If you're having significant trouble making ABG or the like, you may consider Turface. I use it as a stand-alone substrate, and it works pretty well. Some plants may need some help rooting in it. This is remedied by putting a handful of sphagnum around the roots, and burying this newly-wrapped portion into the Turface.


----------



## DragonSpirit1185 (Dec 6, 2010)

PartyFrog said:


> Where do you buy tree fern fiber? I didn't see any of that at either Lowes or Home Depot.
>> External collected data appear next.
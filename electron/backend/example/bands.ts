import type { BandConstants } from '../../../shared-core/molecule/types.ts';
import {
  isotopologuesOf,
  secondRadiationConstantCmK,
  type EquilibriumConstants,
  type GasName,
  type SimulatedIsotopologue,
} from './constants.ts';
import { createRandom } from './random.ts';

/** One gas of a cell, in one band n <- 0. */
export interface GasOptions {
  readonly gas: GasName;
  /** Upper vibrational quantum number; 1: the fundamental. */
  readonly upper?: 1 | 2 | 3;
  /** Decadic absorbance at the centre of the strongest line, before the instrument broadens it. */
  readonly peakAbsorbance: number;
  /** Shares of the isotopologues by name; natural where absent. */
  readonly shares?: Readonly<Record<string, number>>;
  /** Relative standard deviation of the constants from the published ones; the origin moves by a tenth of it. */
  readonly deviation?: number;
  /** Lines left out, as m (for example [1] for a missing R(0), or all negative ones for a missing P branch). */
  readonly missing?: readonly number[];
  /** Strength times (1 + first m + second m^2)^2-like factor: [first, second]. */
  readonly intensityFactors?: readonly [number, number];
}

/** A band with everything that its lines need; constants on the true axis. */
export interface SimulatedBand {
  readonly isotopologue: string;
  readonly gas: GasName;
  readonly upper: number;
  readonly massU: number;
  readonly constants: BandConstants;
  /** Integral of the decadic absorbance over a line of relative strength 1, cm-1. */
  readonly strength: number;
  readonly missing: readonly number[];
  readonly intensityFactors: readonly [number, number];
}

export interface SimulatedLine {
  readonly m: number;
  readonly wavenumberPerCm: number;
  /** |m| exp(-hc F0(J)/kT) times wavenumber over origin. */
  readonly relativeStrength: number;
}

/** Term value F(J) = B J(J+1) - D [J(J+1)]^2 + H [J(J+1)]^3. */
function term(j: number, b: number, d: number, h: number): number {
  const x = j * (j + 1);
  return x * (b - x * (d - x * h));
}

/** Wavenumber of the line m: origin + F_upper(J') - F_lower(J''). */
export function lineWavenumber(constants: BandConstants, m: number): number {
  const lower = m > 0 ? m - 1 : -m;
  const upper = m > 0 ? m : -m - 1;
  return (
    constants.bandOriginPerCm +
    term(
      upper,
      constants.rotationalConstantUpperPerCm,
      constants.centrifugalConstantUpperPerCm,
      constants.sexticConstantUpperPerCm,
    ) -
    term(
      lower,
      constants.rotationalConstantLowerPerCm,
      constants.centrifugalConstantLowerPerCm,
      constants.sexticConstantLowerPerCm,
    )
  );
}

/** Lines of a band down to 1e-6 of the strongest, out to |m| = 60. */
export function linesOf(band: SimulatedBand, temperatureK: number): readonly SimulatedLine[] {
  const all: SimulatedLine[] = [];
  const c = band.constants;
  for (let m = -60; m <= 60; m++) {
    if (m === 0 || band.missing.includes(m)) continue;
    const lower = m > 0 ? m - 1 : -m;
    const energy = term(
      lower,
      c.rotationalConstantLowerPerCm,
      c.centrifugalConstantLowerPerCm,
      c.sexticConstantLowerPerCm,
    );
    const wavenumberPerCm = lineWavenumber(c, m);
    const factor = 1 + band.intensityFactors[0] * m + band.intensityFactors[1] * m * m;
    all.push({
      m,
      wavenumberPerCm,
      relativeStrength:
        Math.abs(m) *
        Math.exp((-secondRadiationConstantCmK * energy) / temperatureK) *
        (wavenumberPerCm / c.bandOriginPerCm) *
        Math.max(0, factor),
    });
  }
  const strongest = Math.max(...all.map((line) => line.relativeStrength));
  return all.filter((line) => line.relativeStrength > 1e-6 * strongest);
}

/**
 * Band constants n <- 0 from equilibrium constants. D_v = De + betaE (v + 1/2) with
 * betaE = De (8 omegaExe/omegaE - 5 alphaE/Be - alphaE^2 omegaE/(24 Be^3)) and H = (2 De/(3 omegaE^2)) (12 Be^2 - alphaE omegaE):
 * Herzberg, Spectra of Diatomic Molecules (1950).
 */
export function bandConstants(e: EquilibriumConstants, upper: number): BandConstants {
  const level = (v: number): number =>
    e.omegaE * (v + 0.5) - e.omegaExe * (v + 0.5) ** 2 + e.omegaEye * (v + 0.5) ** 3;
  const rotational = (v: number): number => e.be - e.alphaE * (v + 0.5) + e.gammaE * (v + 0.5) ** 2;
  const betaE =
    e.de *
    ((8 * e.omegaExe) / e.omegaE - (5 * e.alphaE) / e.be - (e.alphaE ** 2 * e.omegaE) / (24 * e.be ** 3));
  const sextic = ((2 * e.de) / (3 * e.omegaE ** 2)) * (12 * e.be ** 2 - e.alphaE * e.omegaE);
  return {
    bandOriginPerCm: level(upper) - level(0),
    rotationalConstantLowerPerCm: rotational(0),
    rotationalConstantUpperPerCm: rotational(upper),
    centrifugalConstantLowerPerCm: e.de + betaE * 0.5,
    centrifugalConstantUpperPerCm: e.de + betaE * (upper + 0.5),
    sexticConstantLowerPerCm: sextic,
    sexticConstantUpperPerCm: sextic,
  };
}

/** All constants multiplied by 1 + ppm/1e6: what an axis that is off by so much shows. */
export function onScaledAxis(constants: BandConstants, ppm: number): BandConstants {
  const factor = 1 + ppm * 1e-6;
  return Object.fromEntries(
    Object.entries(constants).map(([key, value]: [string, number]) => [key, value * factor]),
  ) as unknown as BandConstants;
}

function withDeviation(
  isotopologue: SimulatedIsotopologue,
  upper: number,
  deviation: number,
  draw: () => number,
): BandConstants {
  const exact = bandConstants(isotopologue.constants, upper);
  if (deviation === 0) return exact;
  const off = (value: number, size: number): number => value * (1 + size * draw());
  return {
    ...exact,
    bandOriginPerCm: off(exact.bandOriginPerCm, deviation / 10),
    rotationalConstantLowerPerCm: off(exact.rotationalConstantLowerPerCm, deviation),
    rotationalConstantUpperPerCm: off(exact.rotationalConstantUpperPerCm, deviation),
    centrifugalConstantLowerPerCm: off(exact.centrifugalConstantLowerPerCm, 10 * deviation),
    centrifugalConstantUpperPerCm: off(exact.centrifugalConstantUpperPerCm, 10 * deviation),
  };
}

/**
 * The bands of the gases asked for. `areaAtUnitPeak(wavenumber, mass)` gives the area of a line whose centre has
 * absorbance 1, so that `peakAbsorbance` is that of the strongest line of the most abundant isotopologue.
 */
export function bandsOf(
  gases: readonly GasOptions[],
  seed: number,
  temperatureK: number,
  areaAtUnitPeak: (wavenumberPerCm: number, massU: number) => number,
): readonly SimulatedBand[] {
  const random = createRandom(seed, 1);
  return gases.flatMap((options) => {
    const upper = options.upper ?? 1;
    const isotopologues = isotopologuesOf(options.gas);
    const shares = isotopologues.map((each) => options.shares?.[each.name] ?? each.share);
    const largest = Math.max(...shares);
    const main = isotopologues[shares.indexOf(largest)]!;
    const make = (isotopologue: SimulatedIsotopologue, strength: number): SimulatedBand => ({
      isotopologue: isotopologue.name,
      gas: options.gas,
      upper,
      massU: isotopologue.massU,
      constants: withDeviation(isotopologue, upper, options.deviation ?? 0, () => random.normal()),
      strength,
      missing: options.missing ?? [],
      intensityFactors: options.intensityFactors ?? [0, 0],
    });
    const lines = linesOf(make(main, 1), temperatureK);
    const strongest = lines.reduce((a, b) => (b.relativeStrength > a.relativeStrength ? b : a));
    const unit =
      (options.peakAbsorbance * areaAtUnitPeak(strongest.wavenumberPerCm, main.massU)) /
      (strongest.relativeStrength * largest);
    return isotopologues
      .map((isotopologue, index) => make(isotopologue, unit * shares[index]!))
      .filter((band) => band.strength > 0);
  });
}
You won't find it at big box stores. Only online. I got mine from Glass Box Tropicals on eBay

Sent from my Samsung Galaxy SIII using tapatalk


----------



## Elisa (Jan 5, 2016)

I got my tree fern fiber at a pet store.

I've heard about the turface method but I don't actually know where I could buy turface locally...


----------



## Jjl (Feb 2, 2014)

There are other names it goes by, such as "infield conditioner" and "Schultz Aquatic Plant Soil". Aquarium fluorite is another alternative.


----------



## DragonSpirit1185 (Dec 6, 2010)

Elisa said:


> I got my tree fern fiber at a pet store.
> 
> I've heard about the turface method but I don't actually know where I could buy turface locally...


Was it the Exo Terra tree fern fiber?


----------



## HDBENSON (Jan 1, 2016)

Kitty litter is very similar to turface, perhaps the same. In planted aquarium culture it serves the same purpose as fluorite and turface. Both are simply volcanic ash that has been weathered and compacted for thousands of years. Both are also cheap as crap!


----------



## DragonSpirit1185 (Dec 6, 2010)

HDBENSON said:


> Kitty litter is very similar to turface, perhaps the same. In planted aquarium culture it serves the same purpose as fluorite and turface. Both are simply volcanic ash that has been weathered and compacted for thousands of years. Both are also cheap as crap!


Won't kitty litter just dissolve and turn to clay?


Sent from my Samsung Galaxy SIII using tapatalk


----------



## Elisa (Jan 5, 2016)

Yes, the tree fern I found is Exo Terra brand. 

I just had to buy litter for my cats today, so I'm going to test some out in a tupperware to see what it's like wet...


----------



## DragonSpirit1185 (Dec 6, 2010)

Elisa said:


> Yes, the tree fern I found is Exo Terra brand.
> 
> I just had to buy litter for my cats today, so I'm going to test some out in a tupperware to see what it's like wet...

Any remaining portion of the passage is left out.